Restate word for word the lines beginning with the one that contains "-- Starting prices" and ending at the bottom of the records below, both included.

*** Opening of EXTRACTED RECORDS ***

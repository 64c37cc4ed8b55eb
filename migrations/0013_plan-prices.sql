ALTER TABLE "plans" ADD COLUMN "monthly_price_minor" integer;--> statement-breakpoint
ALTER TABLE "plans" ADD COLUMN "currency" text;--> statement-breakpoint
ALTER TABLE "plans" ADD COLUMN "provider_price_id" text;--> statement-breakpoint
ALTER TABLE "plans" ADD COLUMN "offered" boolean DEFAULT false NOT NULL;--> statement-breakpoint
ALTER TABLE "plans" ADD CONSTRAINT "plans_provider_price_id_unique" UNIQUE("provider_price_id");--> statement-breakpoint
-- Starting prices (EUR a month). The provider price ids are what the local simulation sells; with a
-- real provider the operator sets each plan's provider_price_id to the price made there.
UPDATE "plans" SET "offered" = true WHERE "id" = 'free';--> statement-breakpoint
UPDATE "plans" SET "offered" = true, "monthly_price_minor" = 2900, "currency" = 'eur', "provider_price_id" = 'price_treadwise_shop_monthly' WHERE "id" = 'shop';--> statement-breakpoint
UPDATE "plans" SET "offered" = true, "monthly_price_minor" = 9900, "currency" = 'eur', "provider_price_id" = 'price_treadwise_partner_monthly' WHERE "id" = 'partner';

*** Close of EXTRACTED RECORDS ***

**ANSWER**:
-- Starting prices (EUR a month). The provider price ids are what the local simulation sells; with a
-- real provider the operator sets each plan's provider_price_id to the price made there.
UPDATE "plans" SET "offered" = true WHERE "id" = 'free';--> statement-breakpoint
UPDATE "plans" SET "offered" = true, "monthly_price_minor" = 2900, "currency" = 'eur', "provider_price_id" = 'price_treadwise_shop_monthly' WHERE "id" = 'shop';--> statement-breakpoint
UPDATE "plans" SET "offered" = true, "monthly_price_minor" = 9900, "currency" = 'eur', "provider_price_id" = 'price_treadwise_partner_monthly' WHERE "id" = 'partner';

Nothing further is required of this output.